Klein’s style is difficult; sometimes he seems to contradict himself; but he is trying to say difficult things. Another example of his acute but involved discussion of magic is the essay on the concept of “spirito peregrino” in Dante which leads from an analysis of the trance, in which the spirit “peregrinates” from the body, to a theory of magical psychology of the love-conceit.
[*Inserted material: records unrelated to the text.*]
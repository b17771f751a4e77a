/**
 * The array kernel of the critical power law against the formula written
 * with Math.pow (REFERENCE.md B5 form y = A(−t)^(pβ)[1 + aW(−t)^Δ] + y0),
 * across several blocks, with inactive points and the odd continuation.
 */
import { describe, expect, it } from 'vitest';
import { powerLawModel } from '../../../src/core/physics/critical/index';

function direct(p: number[], T: number, signed: boolean, pw: number, wd: number | undefined, bg: boolean): number {
  // (Tc − T)/Tc: Tc − T is exact, so u has full relative precision next to Tc
  const u = (p[1] - T) / p[1];
  const y0 = bg ? p[3] : 0;
  if (!(u > 0 || (signed && u < 0))) {
    return y0;
  }
  const aW = wd !== undefined ? p[p.length - 1] : 0;
  const corr = wd !== undefined ? 1 + aW * Math.pow(Math.abs(u), wd) : 1;
  return p[0] * Math.sign(u) * Math.pow(Math.abs(u), pw * p[2]) * corr + y0;
}

describe('critical power-law kernel', () => {
  const T = Float64Array.from({ length: 5000 }, (_, i) => 100 + (250 * i) / 4999); // spans Tc = 300, several blocks
  for (const signed of [false, true]) {
    for (const [pw, wd, bg] of [
      [1, undefined, false],
      [2, 0.52, true]
    ] as const) {
      it(`values within 1e-13 of Math.pow (signed ${signed}, proxy ${pw}, Wegner ${wd ?? 'none'}, background ${bg})`, () => {
        const m = powerLawModel({ aboveTc: signed ? 'signed' : 'zero', proxyPower: pw, wegnerDelta: wd, background: bg });
        const p = [1.3, 300, 0.34];
        if (bg) {
          p.push(0.05);
        }
        if (wd !== undefined) {
          p.push(-0.3);
        }
        const out = new Float64Array(T.length);
        m.evaluate(Float64Array.from(p), T, out);
        const jac = new Float64Array(T.length * p.length);
        const out2 = new Float64Array(T.length);
        m.evaluateWithJacobian!(Float64Array.from(p), T, out2, jac);
        let worst = 0;
        T.forEach((t, i) => {
          const want = direct(p, t, signed, pw, wd, bg);
          // relative to the size of the terms (A·s|u|^(pβ)·corr and y0 can cancel above Tc)
          const y0 = bg ? p[3] : 0;
          worst = Math.max(worst, Math.abs(out[i] - want) / Math.max(1e-300, Math.abs(want - y0) + Math.abs(y0)));
          expect(out2[i]).toBe(out[i]);
        });
        expect(worst).toBeLessThan(1e-13);
        // points at or above Tc without the continuation: only ∂/∂y0 is non-zero
        const k = p.length;
        const iAbove = T.findIndex((t) => t >= 300);
        for (const i of [iAbove, T.length - 1]) {
          for (let j = 0; j < k; j++) {
            const want = signed && T[i] > 300 ? jac[i * k + j] : bg && j === 3 ? 1 : 0;
            expect(jac[i * k + j]).toBe(want);
          }
        }
        // Jacobian by central differences at a few points in different blocks
        for (const i of [10, 2100, 4300, iAbove - 3, T.length - 2]) {
          for (let j = 0; j < k; j++) {
            const h = 1e-6 * Math.max(1, Math.abs(p[j]));
            const pp = p.slice();
            pp[j] += h;
            const fp = direct(pp, T[i], signed, pw, wd, bg);
            pp[j] -= 2 * h;
            const fm = direct(pp, T[i], signed, pw, wd, bg);
            const fd = (fp - fm) / (2 * h);
            expect(Math.abs(jac[i * k + j] - fd)).toBeLessThan(1e-6 * (1 + Math.abs(fd)));
          }
        }
      });
    }
  }
});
The chapter on “Utopian Urban Planning” is rich in detailed knowledge of utopian theory and its expression in architectural plans:

…the elementary forms out of which ideal-city plans are made serve to transform the draftsman into a magus. It is difficult to suppress the thought that the well-ordered labyrinth of Christianopolis had for Andreae the effect—however unconscious—of an exorcism, and that when Campanella transposed his abortive republic into the plastic vision of the City of the Sun, he sensed in himself the beneficent effect which the plan of that city was supposed to work upon its inhabitants.

Klein does not mention the magical city in Picatrix which regulated the life of its inhabitants through drawing down favorable astral influences. There is no doubt that magic of this kind underlies Campanella’s plan for his City of the Sun (and the related Christianopolis of Andreae). The use of such city plans as memory systems is relevant to the understanding of their meaning. We know that Campanella’s City was to be used in this way, and is related to Giordano Bruno’s more complex memory schemes. The utopia chapter well illustrates Klein’s double gift for detailed learning and scholarship combined with the understanding of underlying mental attitudes, or of the meaning within the form.

Much of Klein’s writing consisted of reviews and criticism, in which he excelled. Examples of his gifts in this direction in the collected volume are his logical analysis of the principles of iconographical interpretation, based on the work of Panofsky whom he greatly admired as an art historian; and his essay on “Burckhardt’s Civilization of the Renaissance Today.”

The enormous influence of Burckhardt’s book throughout the later nineteenth century and up to our own day is impressive testimony of the brilliance of the writing and of Burckhardt’s power of presentation of many aspects of Renaissance culture to form a comprehensive whole. He was a pioneer in his attempt to use many types of material—for example festivals and their imagery—in building up his interpretation of a period.

While paying full respect to Burckhardt’s brilliance and originality, Klein also analyzes the aspects of his work which are now out of date. Burckhardt treats the Italian Renaissance as a complete break with the Middle Ages, whereas we now know that there was no such definite break. He assumes that the Italian Renaissance contrasted with northern medieval backwardness, whereas we now know that northern elements formed an integral part of the Italian culture, and that it can be argued that contemporary Flemish or Burgundian cultures were equally advanced and, in fact, strongly influenced the Italian towns. And Klein notes how little attention Burckhardt pays to history of ideas, mentioning, for example, Florentine Neoplatonism only in passing, and without understanding that yearning for return to ancient sources which permeates the Renaissance outlook. Klein’s own work is in striking contrast to the Burckhardtian approach, with his concern for inner motives and attitudes informing outward changes. Klein’s essay is useful to recommend to students on how to read Burckhardt today.

Klein’s analyses in the final chapters of the breakdown of the Renaissance tradition and the rise of modern art raise questions which to many readers may be the most important aspect of his studies but which I have excluded from this review. Headings such as “Notes on the End of the Image,” “The Eclipse of the Work of Art,” “Modern Painting and Phenomenology” may give some idea of the scope of these chapters. The last chapter on “A Season in Hell” does not appear to refer to modern art but only to Rimbaud, though one wonders whether the End of the Image may have had anything to do with the ultimate despair.

It is with deep regret for the untimely disappearance of a brilliant mind that one lays down this subtle and complicated book.